Google's neural machine translation system consists of a deep LSTM network with 8 encoders and 8 decoders, and it also adds attention mechanism and residual connection. In order to improve parallelism and reduce training time, our attention mechanism connects the bottom layer of the decoder to the top layer of the encoder. In order to speed up the final translation, we use low-precision operation in the process of reasoning and calculation. In order to improve the treatment of uncommon words, we divide words into a limited set of common sub-word units (components of words), which are both input and output. This method can provide a balance between the flexibility of character separation model and the effectiveness of word separation model, naturally handle the translation of rare words, and ultimately improve the overall accuracy of the system. Our beam search technique uses length normalization process and coverage penalty, which can stimulate the generation of output sentences that may cover all words in the source sentence. In WMT's 14 English-French and English-German benchmark tests, GNMT achieved the same results as the current best results.

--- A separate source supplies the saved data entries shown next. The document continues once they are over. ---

"""The null picture: how often each coefficient comes about by ordering alone, and where the observed one lies.

A stepped outline stands on a line; rejection regions are hatched under it.  Below that line the observed value has a
lane to itself, and the scale is drawn below the lane, so that no number ever stands in the way of another.
"""

from collections.abc import Mapping, Sequence
from dataclasses import dataclass
from decimal import Decimal
from itertools import pairwise
from typing import Final

from rankdocket.canonical import Plain
from rankdocket.errors import RenderError
from rankdocket.render.canvas import INK, SMALL_SIZE, TEXT_SIZE, Lettering, Point, Sheet
from rankdocket.render.drawing import Drawing
from rankdocket.render.panel import FRAME_WEIGHT, TICK, TITLE_GAP, Panel, widest, write_y_labels
from rankdocket.render.plain_data import decimal_of, number_of, part_of, parts_of, text_of
from rankdocket.render.ticks import Scale, even_scale, leading, power_label, wrapped

_PANEL_HEIGHT: Final = 64.0
_LANE: Final = 12.0
"""Height of the lane between the foot of the outline and the scale, where the observed value stands."""

_MARGIN: Final = 8.0
_GAP: Final = 4.0
"""Least distance between two labels, and between a mark and its number."""

_LABEL_LIFT: Final = 3.0
_CAPTION_LIFT: Final = 2.0
_ZERO_TICK: Final = 5.5
_X_TICKS: Final = 4
_Y_TICKS: Final = 3
_Y_LABEL_ROOM: Final = 40.0

_OUTLINE_WEIGHT: Final = 0.9
_HATCH_WEIGHT: Final = 0.4
_HATCH_DISTANCE: Final = 3.4
"""Distance of the hatch lines along the foot of the outline, in points; they rise at 45 degrees."""

_SHORTEST_HATCH: Final = 0.25
_REGION_WEIGHT: Final = 1.5
"""Weight of the line that shows a region where the outline is too low for a hatch to be seen."""

_MARK_RADIUS: Final = 3.3
_MARK_WEIGHT: Final = 1.0
_SAME_PLACE: Final = 0.05
"""Points below which the end of a step and the start of the next are one place."""

_ONE: Final = Decimal(1)
_ZERO: Final = Decimal(0)
_HALF: Final = Decimal("0.5")
_AIR: Final = Decimal("1.04")
_EVEN_WIDTHS: Final = Decimal("0.01")
"""Part of the widest step by which widths may differ through the rounding of their ends."""

_MOST_REGIONS: Final = 2


@dataclass(frozen=True, slots=True)
class _Step:
    low: Decimal
    high: Decimal
    share: Decimal

    @property
    def width(self) -> Decimal:
        return self.high - self.low


@dataclass(frozen=True, slots=True)
class _Region:
    """A rejection region; where an end is ``None``, it goes on to the end of the axis."""

    low: Decimal | None
    high: Decimal | None
    label: str

    @property
    def critical(self) -> Decimal | None:
        """The end nearest to 0; ``None`` if the region is the whole axis."""
        ends = [end for end in (self.low, self.high) if end is not None]
        return min(ends, key=abs, default=None)


@dataclass(frozen=True, slots=True)
class _Box:
    """A step in points."""

    left: float
    right: float
    top: float


def _draw(data: Mapping[str, Plain], width: float) -> Sheet:
    steps, regions, observed = _steps(data), _regions(data), part_of(data, "observed")
    at = number_of(observed, "at")
    x = _x_scale(steps, regions, at)
    heights, y = _heights(steps)
    caption = wrapped(_with_power(text_of(data, "height_label"), y), width, SMALL_SIZE)
    note = wrapped(text_of(data, "note"), width, SMALL_SIZE)
    left = max(
        _MARGIN,
        widest([label for _, label in x.ticks[:1]], SMALL_SIZE) / 2,
        widest([label for _, label in y.ticks], SMALL_SIZE) + TICK + 2 if y.ticks else 0.0,
    )
    right = width - max(_MARGIN, widest([label for _, label in x.ticks[-1:]], SMALL_SIZE) / 2)
    title = wrapped(_with_power(text_of(data, "axis_label"), x), right - left + _MARGIN, TEXT_SIZE)
    ruler = leading(TEXT_SIZE) * len(title) + TITLE_GAP + leading(SMALL_SIZE) + TICK
    bottom = ruler + _LANE
    panel = Panel(left, bottom, right, bottom + _PANEL_HEIGHT, x, y)
    line = leading(SMALL_SIZE)
    # One line is kept for critical values even without any, so that sheets side by side have one height.
    lift = _LABEL_LIFT + _CAPTION_LIFT + (line if any(region.label for region in regions) or not note else 0.0)
    above = [*caption, *note]
    sheet = Sheet(width, panel.top + lift + line * len(above))
    picture = _Picture(sheet, panel, ruler)
    picture.outline([_box(panel, step, height) for step, height in zip(steps, heights, strict=True)], regions)
    picture.frame()
    picture.critical_values(regions)
    picture.scale(title)
    picture.observed(at, text_of(observed, "label"))
    for i, words in enumerate(reversed(above)):
        sheet.text((0.0, panel.top + lift + i * line), words, Lettering(size=SMALL_SIZE))
    return sheet


@dataclass(frozen=True, slots=True)
class _Picture:
    sheet: Sheet
    panel: Panel
    ruler: float

    def x(self, value: Decimal) -> float:
        return self.panel.at(value, _ZERO)[0]

    def outline(self, boxes: Sequence[_Box], regions: Sequence[_Region]) -> None:
        foot = self.panel.bottom
        hatch = [line for region in regions for line in _hatch(self._within(boxes, region), self.panel)]
        self.sheet.strokes(hatch, weight=_HATCH_WEIGHT)
        self.sheet.strokes(_runs(boxes, foot), weight=_OUTLINE_WEIGHT)

    def frame(self) -> None:
        panel = self.panel
        self.sheet.line([(panel.left, panel.bottom), (panel.right, panel.bottom)], weight=FRAME_WEIGHT)
        if panel.y.ticks:
            self.sheet.line([(panel.left, panel.bottom), (panel.left, panel.top)], weight=FRAME_WEIGHT)
        for value, _ in panel.y.ticks:
            _x, y = panel.at(_ZERO, value)
            self.sheet.line([(panel.left, y), (panel.left - TICK, y)], weight=FRAME_WEIGHT)
        write_y_labels(self.sheet, panel, _Y_LABEL_ROOM)

    def critical_values(self, regions: Sequence[_Region]) -> None:
        panel = self.panel
        labels = []
        for region in regions:
            low, high = self._ends(region)
            if high > low:
                y = panel.bottom - _REGION_WEIGHT / 2
                self.sheet.line([(low, y), (high, y)], weight=_REGION_WEIGHT, colour=INK)
            if region.critical is not None:
                x = self.x(region.critical)
                self.sheet.line([(x, panel.bottom), (x, panel.top)], weight=FRAME_WEIGHT)
            else:
                x = (low + high) / 2
            if region.label:
                labels.append((x, low + high, region.label))
        # Where two regions meet in one value, each label belongs on the side of its region.
        in_order = [(x, label) for x, _, label in sorted(labels)]
        for x, label in _side_by_side(in_order, self.sheet.width):
            self.sheet.text((x, panel.top + _LABEL_LIFT), label, Lettering("center", size=SMALL_SIZE))

    def scale(self, title: Sequence[str]) -> None:
        sheet, panel, ruler = self.sheet, self.panel, self.ruler
        sheet.line([(panel.left, ruler), (panel.right, ruler)], weight=FRAME_WEIGHT)
        for value, label in panel.x.ticks:
            x = self.x(value)
            sheet.line([(x, ruler + (0.0 if value else _ZERO_TICK)), (x, ruler - TICK)], weight=FRAME_WEIGHT)
            sheet.text((x, ruler - TICK - 1 - SMALL_SIZE), label, Lettering("center", size=SMALL_SIZE))
        for i, words in enumerate(reversed(title)):
            at = ((panel.left + panel.right) / 2, 2.5 + i * leading(TEXT_SIZE))
            sheet.text(at, words, Lettering("center"))

    def observed(self, at: Decimal, label: str) -> None:
        """Draw the open diamond, its number on the side away from 0 if there is room."""
        x, y = self.x(at), self.ruler + _LANE / 2
        self.sheet.diamond((x, y), _MARK_RADIUS, weight=_MARK_WEIGHT)
        reach = _MARK_RADIUS + _GAP / 2
        needed = reach + widest([label], SMALL_SIZE)
        rightward = x + needed <= self.sheet.width if at >= 0 else x - needed < self.panel.left
        place = (x + reach if rightward else x - reach, y - SMALL_SIZE * 0.34)
        self.sheet.text(place, label, Lettering("left" if rightward else "right", size=SMALL_SIZE))

    def _ends(self, region: _Region) -> tuple[float, float]:
        low = self.panel.left if region.low is None else max(self.panel.left, self.x(region.low))
        high = self.panel.right if region.high is None else min(self.panel.right, self.x(region.high))
        return low, high

    def _within(self, boxes: Sequence[_Box], region: _Region) -> list[_Box]:
        low, high = self._ends(region)
        return [
            _Box(max(box.left, low), min(box.right, high), box.top)
            for box in boxes
            if box.right > low and box.left < high
        ]


def _box(panel: Panel, step: _Step, height: Decimal) -> _Box:
    left, top = panel.at(step.low, height)
    return _Box(left, panel.at(step.high, height)[0], top)


def _runs(boxes: Sequence[_Box], foot: float) -> list[list[Point]]:
    """Return the outline of steps, a line for each run of them that leaves the foot and comes back to it."""
    runs: list[list[Point]] = []
    end: float | None = None
    for box in boxes:
        if box.top <= foot:
            continue
        start = box.left
        if end is not None and start - end < _SAME_PLACE:
            runs[-1].pop()
            start = end
        else:
            runs.append([(start, foot)])
        runs[-1] += [(start, box.top), (box.right, box.top), (box.right, foot)]
        end = box.right
    return runs


def _hatch(boxes: Sequence[_Box], panel: Panel) -> list[list[Point]]:
    """Return parallel lines that rise at 45 degrees and end where they would leave the steps."""
    if not boxes:
        return []
    foot = panel.bottom
    lines: list[list[Point]] = []
    # Counted from the left end of the panel, so that the lines of all regions are in step.
    first = int((boxes[0].left - _PANEL_HEIGHT - panel.left) // _HATCH_DISTANCE)
    last = int((boxes[-1].right - panel.left) // _HATCH_DISTANCE)
    for i in range(first, last + 1):
        start = panel.left + i * _HATCH_DISTANCE
        parts: list[tuple[float, float]] = []
        for box in boxes:
            low, high = max(box.left, start), min(box.right, start + box.top - foot)
            if high <= low:
                continue
            if parts and low - parts[-1][1] < _SAME_PLACE:
                low = parts.pop()[0]
            parts.append((low, high))
        lines += [
            [(low, foot + low - start), (high, foot + high - start)]
            for low, high in parts
            if high - low >= _SHORTEST_HATCH
        ]
    return lines


def _side_by_side(labels: Sequence[tuple[float, str]], room: float) -> list[tuple[float, str]]:
    """Return the middles of at most two labels, pushed apart where they would touch and kept on the sheet."""
    halves = [widest([label], SMALL_SIZE) / 2 for _, label in labels]
    middles = [x for x, _ in labels]
    if len(labels) == _MOST_REGIONS:
        lacking = max(0.0, sum(halves) + _GAP - (middles[1] - middles[0]))
        middles = [middles[0] - lacking / 2, middles[1] + lacking / 2]
    if middles:
        inward = max(0.0, halves[0] - middles[0]) - max(0.0, middles[-1] + halves[-1] - room)
        middles = [x + inward for x in middles]
    return [(x, label) for x, (_, label) in zip(middles, labels, strict=True)]


def _steps(data: Mapping[str, Plain]) -> tuple[_Step, ...]:
    steps = tuple(
        _Step(number_of(part, "low"), number_of(part, "high"), number_of(part, "share"))
        for part in parts_of(data, "steps")
    )
    if not any(step.share for step in steps):
        raise RenderError("The figure data 'steps' hold no share of anything.")
    if any(step.low >= step.high or not 0 <= step.share <= 1 for step in steps):
        raise RenderError("The figure data 'steps' hold a step without width, or a share that is not within 0 to 1.")
    if any(later.low < earlier.high for earlier, later in pairwise(steps)):
        raise RenderError("The figure data 'steps' do not rise one after another.")
    return steps


def _regions(data: Mapping[str, Plain]) -> tuple[_Region, ...]:
    regions = tuple(_region(part) for part in parts_of(data, "regions"))
    if len(regions) > _MOST_REGIONS:
        raise RenderError(f"The figure data 'regions' are {len(regions)}; at most {_MOST_REGIONS} were expected.")
    return regions


def _region(part: Mapping[str, Plain]) -> _Region:
    low, high = decimal_of(part, "from"), decimal_of(part, "to")
    if low is not None and high is not None and low > high:
        raise RenderError("The figure data 'regions' hold a region that ends before it begins.")
    # No coefficient lies beyond -1 or 1, but the step of the last one reaches half its width further.
    beginning = None if low is not None and low <= -_ONE else low
    end = None if high is not None and high >= _ONE else high
    return _Region(beginning, end, text_of(part, "label"))


def _x_scale(steps: Sequence[_Step], regions: Sequence[_Region], observed: Decimal) -> Scale:
    """Return a range with 0 in its middle: −1 to 1, unless everything drawn lies within half of that."""
    drawn = [steps[0].low, steps[-1].high, observed]
    drawn += [region.critical for region in regions if region.critical is not None]
    reach = max(abs(value) for value in drawn)
    reach = max(reach * _AIR, _ONE) if reach > _HALF else reach * _AIR
    return even_scale(-reach, reach, _X_TICKS)


def _heights(steps: Sequence[_Step]) -> tuple[list[Decimal], Scale]:
    """Return how high each step stands, and the upright scale.

    Steps of one width are as high as their share.  Where widths differ, areas are the shares; the scale then has no
    ticks, because a height by itself says nothing.
    """
    widths = [step.width for step in steps]
    if max(widths) - min(widths) <= max(widths) * _EVEN_WIDTHS:
        heights = [step.share for step in steps]
        return heights, even_scale(_ZERO, max(heights) * _AIR, _Y_TICKS)
    heights = [step.share / step.width for step in steps]
    return heights, Scale(_ZERO, max(heights) * _AIR, ())


def _with_power(label: str, scale: Scale) -> str:
    power = power_label(scale.power)
    return f"{label} ({power})" if power else label


NULL_PICTURE: Final = Drawing("null-picture", _draw)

Compared with the phrase-based system that Google has put into production, its translation errors are reduced by an average of 60% through the comparative evaluation of a single simple sentence set.

The above is the abstract translation of the paper. With the application of deep learning in the field of natural language processing and the introduction of some new algorithms, such as batch normalization, various LSTM variants and attention mechanism, the practical application performance has been improved. But Google is still a big company, always making big news.